▶ [Task to carry out] Only lines with the string "there" should be returned from the data below.

-*-

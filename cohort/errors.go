package cohort

import (
	"errors"
	"fmt"
)

// Sentinel causes of input errors.
var (
	ErrNoColumn  = errors.New("cohort: column not found")
	ErrNotNumber = errors.New("cohort: not a number")
	ErrNonFinite = errors.New("cohort: value is infinite or out of range")
	ErrRagged    = errors.New("cohort: wrong number of fields")
	ErrEmpty     = errors.New("cohort: no data")
	ErrDuplicate = errors.New("cohort: duplicate")
	ErrNotText   = errors.New("cohort: not a text table")
	ErrOrder     = errors.New("cohort: window order not readable")
	ErrMismatch  = errors.New("cohort: files do not agree")
	ErrMissingID = errors.New("cohort: participant id is empty")
	ErrOpen      = errors.New("cohort: cannot read input")
	ErrTooFew    = errors.New("cohort: too few participants")
	ErrBadOption = errors.New("cohort: invalid option")
)

// InputError locates a problem in an input table. Line and Column are 1-based (Column counts bytes);
// either is 0 when it does not apply.
type InputError struct {
	File   string
	Line   int
	Column int
	Field  string // the column's name, when there is one
	Msg    string // what is wrong, and what to change
	Err    error  // sentinel cause
	// Cause is the error of the system or library beneath, when there is one (a missing file:
	// errors.Is(err, fs.ErrNotExist) holds); its words are already in Msg.
	Cause error
}

func (e *InputError) Error() string {
	if e.File == "" && e.Line == 0 && e.Field == "" {
		return e.Msg
	}
	pos := e.File
	if pos == "" {
		pos = "input"
	}
	if e.Line > 0 {
		pos += fmt.Sprintf(":%d", e.Line)
		if e.Column > 0 {
			pos += fmt.Sprintf(":%d", e.Column)
		}
	}
	if e.Field != "" {
		return pos + ": " + e.Field + ": " + e.Msg
	}
	return pos + ": " + e.Msg
}

// Unwrap gives the sentinel cause and the error beneath, so that errors.Is finds either.
func (e *InputError) Unwrap() []error {
	if e.Cause == nil {
		return []error{e.Err}
	}
	return []error{e.Err, e.Cause}
}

-*-

▶ [Reply]
	Field  string // the column's name, when there is one
	// Cause is the error of the system or library beneath, when there is one (a missing file:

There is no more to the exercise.